Need by Carrie Jones (Bloomsbury, hardcover, $16.99) is a YA story of romance and paranormal adventure.
Zara’s stepfather has just died and her mother has exiled her from Charleston, SC to live with her grandmother in Maine. On her first day in Maine, she sees the creepy guy she’s been seeing out of the corner of her eye ever since her dad died. With the help of some new friends, including sexy Nick, she learns that the stalker may be a pixie trying to make her his evil queen.

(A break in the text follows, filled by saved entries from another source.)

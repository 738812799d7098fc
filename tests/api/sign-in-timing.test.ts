import { afterAll, describe, expect, it } from 'vitest'
import { performance } from 'node:perf_hooks'
import bcrypt from 'bcryptjs'
import { client, closeTestApp, makeUser, uniqueEmail } from '../helpers/api'
import { bcryptRounds, hashPassword, verifyCredentials } from '../../server/services/auth'
import { insertUser } from '../../server/data/users'

afterAll(closeTestApp)

const median = (xs: number[]) => { const s = [...xs].sort((a, b) => a - b); return s[Math.floor(s.length / 2)] }

describe('sign-in answers alike whether or not the e-mail has an account', () => {
  it('known e-mail with a wrong password and an unknown e-mail: same status, same body', async () => {
    const user = await makeUser('listener')
    const c = await client()
    const known = await c.post('/api/auth/login', { email: user.email, password: 'not-the-password-41' }).expect(401)
    const unknown = await c.post('/api/auth/login', { email: uniqueEmail('nobody'), password: 'not-the-password-41' }).expect(401)
    expect(unknown.body).toEqual(known.body)
  })

  // Not a wall-clock bound: the ratio of the two medians, with the production cost factor (12), so the
  // real hash and the decoy are compared at the cost an attacker would time. A decoy of cost 10 against
  // real hashes of cost 12 gives a ratio near 4 (2² times the work); equal costs give a ratio near 1.
  it('with the production cost factor, the median time of the two paths differs by less than a factor 1.6', async () => {
    const before = process.env.NODE_ENV
    process.env.NODE_ENV = 'production'
    try {
      expect(bcryptRounds()).toBe(12)
      const stored = await insertUser({ email: uniqueEmail('timed'), name: 'Timed listener', role: 'listener', passwordHash: await hashPassword('a-long-real-password-93') })
      expect(bcrypt.getRounds(stored.passwordHash!)).toBe(12)
      const knownMs: number[] = []
      const unknownMs: number[] = []
      const time = async (email: string) => { const t = performance.now(); expect(await verifyCredentials(email, 'wrong-password-for-sure-7')).toBeNull(); return performance.now() - t }
      await time(uniqueEmail('warm')) // the decoy of this cost factor is made on first use
      for (let i = 0; i < 7; i++) {
        knownMs.push(await time(stored.email))
        unknownMs.push(await time(uniqueEmail('unknown')))
      }
      const ratio = median(knownMs) / median(unknownMs)
      expect(ratio, `medians ${median(knownMs).toFixed(0)} ms (known) vs ${median(unknownMs).toFixed(0)} ms (unknown)`).toBeGreaterThan(1 / 1.6)
      expect(ratio).toBeLessThan(1.6)
    } finally {
      process.env.NODE_ENV = before
    }
  }, 120_000)
})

Jones has written several previous YA novels and she has a very readable and assured style. I think Need will be quite popular with fans of Melissa Marr and Stephenie Meyer.

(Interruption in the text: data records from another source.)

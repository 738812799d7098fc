import { QueryTypes } from 'sequelize'
import { db } from '../db/sequelize'
import { conflict } from '../errors'
import type { SavedFilterInput } from '../../shared/schemas/queue'

export interface SavedFilter { id: string; name: string; query: SavedFilterInput['query'] }

export async function listSavedFilters(userId: string): Promise<SavedFilter[]> {
  return db().query<SavedFilter>('SELECT id, name, query FROM saved_filters WHERE user_id = $1 ORDER BY lower(name)', { bind: [userId], type: QueryTypes.SELECT })
}

export async function saveFilter(userId: string, input: SavedFilterInput): Promise<SavedFilter> {
  try {
    const [row] = await db().query<SavedFilter>('INSERT INTO saved_filters (user_id, name, query) VALUES ($1, $2, $3) RETURNING id, name, query', {
      bind: [userId, input.name, JSON.stringify(input.query)], type: QueryTypes.SELECT,
    })
    return row
  } catch (e) {
    if ((e as { parent?: { code?: string } }).parent?.code === '23505') throw conflict('You already have a filter with that name', 'duplicate')
    throw e
  }
}

/** Deletes only the caller's own filter; someone else's id simply matches nothing. */
export async function deleteSavedFilter(userId: string, id: string): Promise<boolean> {
  const rows = await db().query<{ id: string }>('DELETE FROM saved_filters WHERE id = $1 AND user_id = $2 RETURNING id', { bind: [id, userId], type: QueryTypes.SELECT })
  return rows.length > 0
}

Check availability of Carrie Jones books at Fiction Addiction.
Seduction at Christmas by Cathy Maxwell (Avon, paperback, $7.99) is a sweet Regency-era romance that ends with a Christmas wedding. Fiona Lachlan had a privileged upbringing in Scotland, but a series of family tragedies leave her penniless and alone in London trying to make ends meet as a seamstress. Desperation and a promise of 20 pounds lead Fiona to a chance meeting with Nick, Duke Holburn.

SC author John Thompson will be signing copies of his debut thriller, Armageddon Conpsiracy (Harbor House, hardcover, $24.95) on Saturday, October 25th from 2-5pm.
The Longest Trip Home by John Grogan (William Morrow, hardcover, $27.95) is the bestselling author’s memoir of being raised by middle-class, devoutedly Catholic parents in an idyllic Detroit suburb. A born skeptic and troublemaker, John never really understood his parents’ deep religious faith. This schism intensified when he married a Protestant and then chose not to raise his children in the Catholic Church.
Serena by Ron Rash (Ecco, hardcover, $24.95) is a dark Southern Gothic tale of greed, corruption, and revenge set against the backdrop of the Western North Carolina mountains. It is 1929 and Serena Pemberton, daughter of a timberman and now wife to another, will let nothing stand in the way of her business ambitions. She overcomes rattlesnakes, the stock market crash, the nascent environmentalist movement, the betrayal by a business partner, and even her husband’s momentary weakness to power through and acheive her ends. Though compared to Lady Macbeth by other reviewers, Serena distinguishes herself by never wavering in her goals. Though one cannot sympathize with her methods, her unswerving determination and purity of focus is hypnotically compelling.